▶ ACTIVITY
Out of the data below, copy every line with the string "SIGTERM".

*** DATA FOR THIS EXERCISE ***

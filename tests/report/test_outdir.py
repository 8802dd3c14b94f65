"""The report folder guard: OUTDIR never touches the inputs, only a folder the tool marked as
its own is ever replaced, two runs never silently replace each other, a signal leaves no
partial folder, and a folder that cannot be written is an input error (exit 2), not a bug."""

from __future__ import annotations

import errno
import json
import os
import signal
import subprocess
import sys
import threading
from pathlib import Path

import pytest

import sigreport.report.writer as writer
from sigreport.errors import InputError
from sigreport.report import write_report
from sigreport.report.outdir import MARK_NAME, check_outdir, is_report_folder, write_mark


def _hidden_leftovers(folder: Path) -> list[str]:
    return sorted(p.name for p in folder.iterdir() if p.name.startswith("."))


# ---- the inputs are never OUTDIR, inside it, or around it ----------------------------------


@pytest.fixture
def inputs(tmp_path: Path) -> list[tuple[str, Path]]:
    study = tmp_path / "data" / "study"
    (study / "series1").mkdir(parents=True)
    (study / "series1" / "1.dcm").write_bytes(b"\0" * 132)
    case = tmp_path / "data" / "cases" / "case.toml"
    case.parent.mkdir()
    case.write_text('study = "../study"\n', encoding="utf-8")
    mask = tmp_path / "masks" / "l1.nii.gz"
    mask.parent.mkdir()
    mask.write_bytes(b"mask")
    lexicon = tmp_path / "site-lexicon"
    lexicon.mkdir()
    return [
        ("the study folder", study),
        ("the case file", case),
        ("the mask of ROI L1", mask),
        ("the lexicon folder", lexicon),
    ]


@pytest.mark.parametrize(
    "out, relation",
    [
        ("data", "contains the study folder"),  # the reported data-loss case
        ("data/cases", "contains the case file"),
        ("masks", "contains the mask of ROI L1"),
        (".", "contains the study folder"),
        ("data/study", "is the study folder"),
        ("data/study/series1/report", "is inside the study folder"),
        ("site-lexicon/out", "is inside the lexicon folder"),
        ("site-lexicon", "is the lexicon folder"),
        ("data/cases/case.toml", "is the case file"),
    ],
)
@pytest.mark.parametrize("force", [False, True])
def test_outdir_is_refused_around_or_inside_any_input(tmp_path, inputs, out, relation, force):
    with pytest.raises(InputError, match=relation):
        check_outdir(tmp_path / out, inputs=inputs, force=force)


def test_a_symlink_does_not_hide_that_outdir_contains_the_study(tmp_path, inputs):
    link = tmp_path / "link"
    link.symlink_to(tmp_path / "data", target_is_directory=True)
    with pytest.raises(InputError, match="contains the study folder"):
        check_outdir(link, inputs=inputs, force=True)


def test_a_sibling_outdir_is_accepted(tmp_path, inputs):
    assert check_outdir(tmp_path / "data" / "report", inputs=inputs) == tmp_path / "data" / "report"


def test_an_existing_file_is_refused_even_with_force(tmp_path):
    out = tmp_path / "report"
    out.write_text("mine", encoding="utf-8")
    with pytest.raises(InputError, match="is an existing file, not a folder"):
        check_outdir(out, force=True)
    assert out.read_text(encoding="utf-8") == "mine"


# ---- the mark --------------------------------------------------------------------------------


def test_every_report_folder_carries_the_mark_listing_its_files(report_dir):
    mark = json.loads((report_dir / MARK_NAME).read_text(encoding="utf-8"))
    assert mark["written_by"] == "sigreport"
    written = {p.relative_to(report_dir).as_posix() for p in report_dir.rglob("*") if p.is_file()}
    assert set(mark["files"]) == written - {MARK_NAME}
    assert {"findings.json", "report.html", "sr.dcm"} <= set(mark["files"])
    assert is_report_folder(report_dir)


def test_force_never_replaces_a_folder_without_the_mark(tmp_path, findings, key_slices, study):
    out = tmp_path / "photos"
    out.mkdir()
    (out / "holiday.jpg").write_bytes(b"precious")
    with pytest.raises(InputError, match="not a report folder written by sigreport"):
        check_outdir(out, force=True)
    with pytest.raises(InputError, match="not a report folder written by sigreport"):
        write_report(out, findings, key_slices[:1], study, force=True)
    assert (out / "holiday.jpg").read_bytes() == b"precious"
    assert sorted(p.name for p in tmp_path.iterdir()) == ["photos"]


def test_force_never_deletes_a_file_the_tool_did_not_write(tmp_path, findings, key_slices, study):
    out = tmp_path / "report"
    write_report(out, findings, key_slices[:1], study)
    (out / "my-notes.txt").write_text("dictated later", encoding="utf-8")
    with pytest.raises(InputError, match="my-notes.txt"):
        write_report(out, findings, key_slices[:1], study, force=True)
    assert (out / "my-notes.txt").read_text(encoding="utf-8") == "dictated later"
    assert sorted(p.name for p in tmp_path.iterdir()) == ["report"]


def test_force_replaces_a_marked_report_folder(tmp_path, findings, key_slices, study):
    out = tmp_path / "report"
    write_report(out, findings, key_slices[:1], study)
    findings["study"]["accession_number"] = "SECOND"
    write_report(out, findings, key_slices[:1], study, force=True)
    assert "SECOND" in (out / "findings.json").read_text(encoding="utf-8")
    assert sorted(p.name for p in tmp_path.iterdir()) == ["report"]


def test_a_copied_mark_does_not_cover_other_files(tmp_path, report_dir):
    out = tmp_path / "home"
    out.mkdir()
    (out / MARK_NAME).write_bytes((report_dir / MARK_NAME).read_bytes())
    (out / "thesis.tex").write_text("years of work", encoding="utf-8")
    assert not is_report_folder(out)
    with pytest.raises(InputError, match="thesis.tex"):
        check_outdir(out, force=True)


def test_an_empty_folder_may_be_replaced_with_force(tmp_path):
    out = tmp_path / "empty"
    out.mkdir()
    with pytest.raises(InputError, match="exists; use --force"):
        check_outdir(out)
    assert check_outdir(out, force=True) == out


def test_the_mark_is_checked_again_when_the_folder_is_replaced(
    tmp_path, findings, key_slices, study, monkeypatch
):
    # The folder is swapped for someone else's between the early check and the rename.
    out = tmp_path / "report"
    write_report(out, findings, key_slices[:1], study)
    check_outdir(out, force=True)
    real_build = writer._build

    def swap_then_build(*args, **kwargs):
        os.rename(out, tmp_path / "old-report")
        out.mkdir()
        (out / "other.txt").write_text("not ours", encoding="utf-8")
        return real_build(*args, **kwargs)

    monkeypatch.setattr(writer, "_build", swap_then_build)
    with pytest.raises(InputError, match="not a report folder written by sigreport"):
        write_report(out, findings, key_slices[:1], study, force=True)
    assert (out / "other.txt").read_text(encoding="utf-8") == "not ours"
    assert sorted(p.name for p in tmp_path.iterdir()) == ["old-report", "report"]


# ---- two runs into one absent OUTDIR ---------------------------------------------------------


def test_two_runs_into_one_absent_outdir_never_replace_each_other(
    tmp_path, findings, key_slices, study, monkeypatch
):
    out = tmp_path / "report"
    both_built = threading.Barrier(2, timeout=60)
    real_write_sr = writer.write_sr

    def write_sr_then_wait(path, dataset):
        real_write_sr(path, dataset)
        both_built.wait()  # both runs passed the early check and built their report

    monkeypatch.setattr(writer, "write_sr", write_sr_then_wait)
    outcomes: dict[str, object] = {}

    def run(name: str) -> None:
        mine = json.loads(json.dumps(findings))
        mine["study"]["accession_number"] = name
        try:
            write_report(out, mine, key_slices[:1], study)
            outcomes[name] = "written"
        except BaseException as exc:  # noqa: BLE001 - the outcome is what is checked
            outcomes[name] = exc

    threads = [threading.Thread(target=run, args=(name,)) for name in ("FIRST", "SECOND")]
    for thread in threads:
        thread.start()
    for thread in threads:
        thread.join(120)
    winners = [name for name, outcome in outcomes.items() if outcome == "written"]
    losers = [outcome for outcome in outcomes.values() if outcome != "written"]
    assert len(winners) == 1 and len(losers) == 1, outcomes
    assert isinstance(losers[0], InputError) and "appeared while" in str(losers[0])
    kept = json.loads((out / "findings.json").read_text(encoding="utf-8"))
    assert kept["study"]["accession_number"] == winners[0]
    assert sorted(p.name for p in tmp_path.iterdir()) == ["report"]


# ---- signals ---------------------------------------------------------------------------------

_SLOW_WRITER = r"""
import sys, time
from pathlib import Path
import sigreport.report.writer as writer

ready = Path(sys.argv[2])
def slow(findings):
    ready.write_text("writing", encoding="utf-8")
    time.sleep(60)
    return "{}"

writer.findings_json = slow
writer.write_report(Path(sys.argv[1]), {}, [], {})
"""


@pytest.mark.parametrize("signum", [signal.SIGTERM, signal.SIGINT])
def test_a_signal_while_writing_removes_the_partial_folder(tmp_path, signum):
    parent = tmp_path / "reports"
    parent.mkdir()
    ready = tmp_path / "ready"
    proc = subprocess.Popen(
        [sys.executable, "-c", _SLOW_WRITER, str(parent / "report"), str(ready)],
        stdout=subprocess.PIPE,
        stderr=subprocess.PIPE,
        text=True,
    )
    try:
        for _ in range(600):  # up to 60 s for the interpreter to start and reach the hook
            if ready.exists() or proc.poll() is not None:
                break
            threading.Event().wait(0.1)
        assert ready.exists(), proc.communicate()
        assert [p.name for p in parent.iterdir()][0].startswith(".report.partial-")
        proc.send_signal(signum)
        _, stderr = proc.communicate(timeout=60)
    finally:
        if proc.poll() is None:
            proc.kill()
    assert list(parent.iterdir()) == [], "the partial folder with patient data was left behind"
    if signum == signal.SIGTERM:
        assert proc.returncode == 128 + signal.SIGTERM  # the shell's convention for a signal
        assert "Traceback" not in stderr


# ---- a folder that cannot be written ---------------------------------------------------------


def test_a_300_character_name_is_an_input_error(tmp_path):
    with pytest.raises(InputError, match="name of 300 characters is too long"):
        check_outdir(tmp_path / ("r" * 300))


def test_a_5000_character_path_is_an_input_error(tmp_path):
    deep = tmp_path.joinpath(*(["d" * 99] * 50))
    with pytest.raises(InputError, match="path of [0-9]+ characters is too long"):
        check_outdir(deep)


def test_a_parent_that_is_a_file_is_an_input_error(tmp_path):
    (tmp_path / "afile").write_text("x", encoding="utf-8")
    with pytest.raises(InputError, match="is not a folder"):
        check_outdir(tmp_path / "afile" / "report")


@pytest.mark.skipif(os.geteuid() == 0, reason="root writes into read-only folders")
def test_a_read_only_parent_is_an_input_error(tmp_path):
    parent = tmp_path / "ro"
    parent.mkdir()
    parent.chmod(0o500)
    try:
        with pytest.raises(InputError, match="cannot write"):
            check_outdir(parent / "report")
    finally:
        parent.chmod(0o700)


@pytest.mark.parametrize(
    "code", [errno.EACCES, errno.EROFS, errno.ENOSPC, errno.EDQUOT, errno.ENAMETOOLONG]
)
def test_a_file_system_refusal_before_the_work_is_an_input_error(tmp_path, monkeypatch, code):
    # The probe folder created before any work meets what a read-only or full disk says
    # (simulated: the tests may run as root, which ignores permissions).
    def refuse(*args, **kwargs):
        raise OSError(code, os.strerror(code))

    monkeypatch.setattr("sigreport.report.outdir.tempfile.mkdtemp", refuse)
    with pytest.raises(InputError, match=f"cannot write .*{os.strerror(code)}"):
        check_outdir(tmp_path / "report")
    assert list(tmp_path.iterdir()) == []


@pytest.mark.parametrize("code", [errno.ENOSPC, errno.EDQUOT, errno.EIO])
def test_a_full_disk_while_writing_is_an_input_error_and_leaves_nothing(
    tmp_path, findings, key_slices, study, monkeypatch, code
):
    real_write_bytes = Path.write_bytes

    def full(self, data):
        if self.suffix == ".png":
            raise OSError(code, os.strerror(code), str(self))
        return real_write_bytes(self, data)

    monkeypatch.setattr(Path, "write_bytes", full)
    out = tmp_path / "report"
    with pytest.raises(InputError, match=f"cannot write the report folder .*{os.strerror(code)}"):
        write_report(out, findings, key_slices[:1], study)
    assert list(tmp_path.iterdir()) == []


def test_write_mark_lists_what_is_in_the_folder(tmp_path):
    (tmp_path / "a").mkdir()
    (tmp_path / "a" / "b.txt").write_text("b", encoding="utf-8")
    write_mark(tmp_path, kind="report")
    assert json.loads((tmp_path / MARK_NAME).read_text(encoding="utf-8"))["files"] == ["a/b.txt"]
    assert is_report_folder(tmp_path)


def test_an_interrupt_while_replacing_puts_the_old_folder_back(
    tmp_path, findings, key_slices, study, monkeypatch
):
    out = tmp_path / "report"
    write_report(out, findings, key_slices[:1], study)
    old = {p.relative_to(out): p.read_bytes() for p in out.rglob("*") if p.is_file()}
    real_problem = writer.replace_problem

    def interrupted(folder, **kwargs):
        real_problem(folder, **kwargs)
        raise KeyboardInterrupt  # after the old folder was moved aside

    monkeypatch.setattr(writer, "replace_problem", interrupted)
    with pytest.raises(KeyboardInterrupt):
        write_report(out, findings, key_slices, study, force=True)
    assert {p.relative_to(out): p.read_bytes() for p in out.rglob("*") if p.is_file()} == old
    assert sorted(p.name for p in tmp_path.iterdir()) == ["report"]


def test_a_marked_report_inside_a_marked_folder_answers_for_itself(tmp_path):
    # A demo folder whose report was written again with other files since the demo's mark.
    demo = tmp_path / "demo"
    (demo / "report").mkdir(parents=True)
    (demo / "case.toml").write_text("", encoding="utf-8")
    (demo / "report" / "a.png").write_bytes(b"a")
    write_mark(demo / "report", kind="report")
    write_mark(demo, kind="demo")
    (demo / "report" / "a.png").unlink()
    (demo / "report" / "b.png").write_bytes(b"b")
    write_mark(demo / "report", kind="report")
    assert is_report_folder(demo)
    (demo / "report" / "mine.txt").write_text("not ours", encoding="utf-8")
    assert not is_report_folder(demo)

*** End of DATA FOR THIS EXERCISE ***

▶ YOUR SOLUTION
@pytest.mark.parametrize("signum", [signal.SIGTERM, signal.SIGINT])
    if signum == signal.SIGTERM:
        assert proc.returncode == 128 + signal.SIGTERM  # the shell's convention for a signal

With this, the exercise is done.